NEW YORK.- This November, Sotheby's is pleased to offer an outstanding assemblage of Contemporary Art, ranging from Post-War masters to Pop icons to some of the most dynamic artists creating works today. The top lot of the sale is Mark Rothko's seminal work, No. 6 (Yellow, White, Blue over Yellow on Gray) from 1954 which is estimated to sell for $9/12 million. Also included are iconic works by Willem de Kooning, Jasper Johns, Andy Warhol, Louise Bourgeois, Gerhard Richter, Jean-Michel Basquiat and Jeff Koons. The evening sale is estimated to bring a total of $79,755,000 - 106,605,000. Prior to the sale, the works will be on public exhibition at Sotheby's in New York from November 6-9.

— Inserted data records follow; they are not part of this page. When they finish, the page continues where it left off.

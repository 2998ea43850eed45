/* repeat-table.h - the tables of dips that recur, and of the best SNR at every period. */
#pragma once

#include "data/scan-results.h"
#include "writers/table.h"

/* Both borrow the results. Where no period was searched they have no rows and say so. Caller frees. */
AntTable *ant_repeat_table_new (const AntScanResults *results);
AntTable *ant_period_table_new (const AntScanResults *results);
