"""Medians and scales against numpy and astropy.stats (Beers, Flynn & Gebhardt 1990 for the biweight)."""
import warnings

from asking import Checks, ask, skip, text

try:
    import numpy as np
except ImportError:
    skip("numpy")
try:
    from astropy import stats
except ImportError:
    skip("astropy")

rng = np.random.default_rng(20260101)
samples = [rng.normal(1361, 0.3, n) for n in (5, 6, 51, 1000)]
samples += [rng.standard_cauchy(n) * 50 for n in (25, 400)]
samples += [np.round(rng.normal(0, 3, 300)), np.concatenate([rng.normal(0, 1, 90), np.full(10, 1e4)]), rng.exponential(2, 77)]
holed = rng.normal(5, 1, 60)
holed[::7] = np.nan
holed[3] = np.inf
samples.append(holed)
quantiles = [0, 0.05, 0.25, 1 / 3, 0.5, 0.9, 0.95, 1, 0.123, 0.77]

answers = ask(["robust %r %s" % (float(q), text(s)) for q, s in zip(quantiles, samples)])
ours = np.array(answers, dtype=float)
finite = [s[np.isfinite(s)] for s in samples]
with warnings.catch_warnings():
    warnings.simplefilter("ignore")
    theirs = np.array([[np.median(s), stats.mad_std(s), np.quantile(s, q), stats.biweight_location(s, c=6.0),
                        stats.biweight_scale(s, c=9.0), stats.biweight_midvariance(s, c=9.0)] for q, s in zip(quantiles, finite)])
checks = Checks()
for column, name in enumerate(["median equals numpy.median", "scaled MAD equals astropy.stats.mad_std",
                               "quantile equals numpy.quantile (linear)", "location equals astropy.stats.biweight_location",
                               "scale equals astropy.stats.biweight_scale", "midvariance equals astropy.stats.biweight_midvariance"]):
    size = np.maximum(np.abs(theirs[:, column]), 1e-3)
    checks.within(name, np.max(np.abs(ours[:, column] - theirs[:, column]) / size), 1e-12)
checks.end()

"This sale reveals sublime quality and rarity to a level that I have not seen in years," commented Tobias Meyer, Worldwide Head of Contemporary Art at Sotheby's. "It is a collection of masterpieces representing an outstanding survey of Post War art."

Many consider the works from 1954 to represent the zenith of Mark Rothko's creative powers, and the present oil on canvas displays the artist's elimination of all elements of figuration, providing the viewer with a nonobjective composition of amorphous forms for which the artist is so well known. No. 6 (Yellow, White, Blue over Yellow on Gray) was one of eight works by Rothko chosen for his first museum exhibition at the Art Institute of Chicago in 1954, and is one of two that remain in private, anonymous collections. This large-scale (94 ½ x 59 ¾ in.) painting displays Rothko's absolute authority over color surface, texture and composition. Here, three soft-edged, luminescent rectangles of lemony yellow, milky white and ultramarine blue are stacked weightlessly on top of each other, floating horizontally against a gray ground, resulting in a mesmerizing effect.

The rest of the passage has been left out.